**Directions:** Please copy out every line in the records below that includes the word "object".

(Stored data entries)

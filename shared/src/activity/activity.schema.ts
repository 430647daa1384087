import * as z from 'zod';
import { PageQuerySchema } from '../http/page';

/** The groups the activity timeline filters by. */
export const ACTIVITY_KINDS = ['status', 'items', 'parties', 'reports', 'quotes', 'approvals', 'payments', 'visits', 'letters'] as const;
export const ActivityKindSchema = z.enum(ACTIVITY_KINDS);
export type ActivityKind = z.infer<typeof ActivityKindSchema>;

export const ACTIVITY_KIND_LABELS: Record<ActivityKind, string> = {
  status: 'Status',
  items: 'Items',
  parties: 'People',
  reports: 'Reports',
  quotes: 'Quotes',
  approvals: 'Approvals',
  payments: 'Payments',
  visits: 'Visits',
  letters: 'Letters',
};

/** A value before or after a change: a few named fields. */
export const ActivityValuesSchema = z.record(z.string(), z.union([z.string(), z.number(), z.boolean(), z.null(), z.array(z.string())]));
export type ActivityValues = z.infer<typeof ActivityValuesSchema>;

export const ActivityEntrySchema = z.object({
  id: z.number().int(),
  kind: ActivityKindSchema,
  action: z.string(),
  summary: z.string(),
  actorName: z.string().nullable(),
  itemId: z.number().int().nullable(),
  before: ActivityValuesSchema.nullable(),
  after: ActivityValuesSchema.nullable(),
  at: z.string(),
});
export type ActivityEntry = z.infer<typeof ActivityEntrySchema>;

export const ActivityQuerySchema = PageQuerySchema.extend({
  /** One kind or several, comma-separated. */
  kind: z
    .string()
    .max(200)
    .optional()
    .transform((v) => (v ? v.split(',').filter(Boolean) : []))
    .pipe(z.array(ActivityKindSchema)),
});
export type ActivityQuery = z.input<typeof ActivityQuerySchema>;
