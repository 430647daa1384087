import { HttpClient, HttpParams } from '@angular/common/http';
import { inject, Injectable } from '@angular/core';
import { CapturedMail, MailboxQuery, NotificationKind, NotificationPreference, Page, Delivery } from '@cc/shared';
import { Observable } from 'rxjs';

export interface MailboxPage extends Page<CapturedMail> {
  /** Outbox messages by status (pending, sent, held ...). */
  outbox: Record<string, number>;
}

/** The development mailbox's filters (shared `MailboxQuerySchema`). */
export type MailboxFilters = Pick<MailboxQuery, 'requestId' | 'to'> & { requestId?: number };

/** Message preferences, the digest's unsubscribe link, and the development mailbox. */
@Injectable({ providedIn: 'root' })
export class NotificationsApi {
  private readonly http = inject(HttpClient);

  preferences(): Observable<NotificationPreference[]> {
    return this.http.get<NotificationPreference[]>('/api/notifications/preferences');
  }

  savePreferences(preferences: { kind: NotificationKind; delivery: Delivery }[]): Observable<NotificationPreference[]> {
    return this.http.put<NotificationPreference[]>('/api/notifications/preferences', { preferences });
  }

  unsubscribeLookup(token: string): Observable<{ email: string }> {
    return this.http.get<{ email: string }>(`/api/notifications/unsubscribe/${encodeURIComponent(token)}`);
  }

  unsubscribe(token: string): Observable<{ email: string; turnedOff: NotificationKind[] }> {
    return this.http.post<{ email: string; turnedOff: NotificationKind[] }>(`/api/notifications/unsubscribe/${encodeURIComponent(token)}`, {});
  }

  /** A page of captured messages, newest first, of one request and/or to one address when given. */
  mailbox(page: number, pageSize: number, filters: MailboxFilters = {}): Observable<MailboxPage> {
    let params = new HttpParams().set('page', page).set('pageSize', pageSize);
    if (filters.requestId !== undefined) params = params.set('requestId', filters.requestId);
    if (filters.to) params = params.set('to', filters.to);
    return this.http.get<MailboxPage>('/api/mailbox', { params });
  }
}
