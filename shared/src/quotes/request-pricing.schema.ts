import * as z from 'zod';
import { RecordIdSchema } from '../http/bounds';
import { ItemStatusSchema } from '../items/item-status';
import { ItemEditionNoteSchema } from '../items/line-item.schema';
import { QuoteBreakdownSchema } from '../pricing/pricing-breakdown.schema';
import { QuoteSchema } from '../pricing/pricing-input.schema';
import { RateBookSchema } from '../pricing/rate-book.schema';
import { RequestStatusSchema } from '../requests/request-status.schema';

/** Key of a visit of a request (`visit-1`, `visit-2`, or the contractor's own word). */
export const VisitKeySchema = z
  .string()
  .regex(/^[a-z0-9]+(-[a-z0-9]+)*$/, 'Use lower-case letters, digits and single hyphens')
  .max(40);

export const PricingVisitSchema = z.object({
  key: VisitKeySchema,
  /** Site conditions for the whole visit (rate-book adder ids). */
  adderIds: z.array(RecordIdSchema).max(20).default([]),
  /** Whether a permit is pulled for the work of this visit. */
  hasPermit: z.boolean().default(false),
});
export type PricingVisit = z.infer<typeof PricingVisitSchema>;

/** One line item as the contractor prices it. */
export const PricingItemSchema = z.object({
  id: z.number().int(),
  /** Optimistic-concurrency version of the item: send it back with every change. */
  version: z.number().int(),
  code: z.string(),
  room: z.string(),
  location: z.string(),
  /** The quantity the report gave; null when it said "several". */
  quantity: z.number().int().nullable(),
  status: ItemStatusSchema,
  entryId: z.number().int().nullable(),
  adderIds: z.array(z.number().int()),
  /** The contractor's own quantity (null: the report's). The quantity priced is `effectiveQuantity(item)`. */
  pricingQuantity: z.number().int().nullable(),
  /** Whether the report gave no quantity and 1 was assumed when the entry was set: check it. */
  isQuantityAssumed: z.boolean(),
  visitKey: z.string(),
  outOfScopeReason: z.string().nullable(),
  /** The entry auto-pricing would choose: the first entry of the rate book for the item's code. */
  suggestedEntryId: z.number().int().nullable(),
  /** Whether the item is a line of the priced total. */
  isPriced: z.boolean(),
  /** The line's labour share, materials and flat price (no service call, permit or tax). */
  lineCents: z.number().int().nullable(),
  /** The code in force when the house was built and the adopted edition, for this item (information). */
  editionNote: ItemEditionNoteSchema.nullable(),
});
export type PricingItem = z.infer<typeof PricingItemSchema>;

/**
 * A request's items with their pricing, the rate book the portal needs to recompute live, the
 * engine input the server priced and its breakdown. Engine ids are the API ids as strings: entry
 * `12` is `"12"` in `rateBook` and `pricingInput`, item `40` is line key `"40"`.
 */
export const RequestPricingSchema = z.object({
  requestId: z.number().int(),
  status: RequestStatusSchema,
  /** Whether the signed-in user may change the pricing now (assigned contractor, request in pricing or quoted). */
  canEdit: z.boolean(),
  items: z.array(PricingItemSchema),
  visits: z.array(PricingVisitSchema),
  rateBook: RateBookSchema.nullable(),
  pricingInput: QuoteSchema.nullable(),
  breakdown: QuoteBreakdownSchema.nullable(),
  /** A stored choice the engine refuses (e.g. a labour adder on a flat entry), with the item it is on. */
  problem: z.object({ itemId: z.number().int().nullable(), message: z.string() }).nullable(),
  /** Open items that still need an entry (or "not our scope") before the quote can be sent. */
  unpricedItemIds: z.array(z.number().int()),
  currentQuoteVersion: z.number().int().nullable(),
});
export type RequestPricing = z.infer<typeof RequestPricingSchema>;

**Output for this exercise:**
export const ActivityEntrySchema = z.object({
export const PricingVisitSchema = z.object({
export const PricingItemSchema = z.object({
export const RequestPricingSchema = z.object({
  problem: z.object({ itemId: z.number().int().nullable(), message: z.string() }).nullable(),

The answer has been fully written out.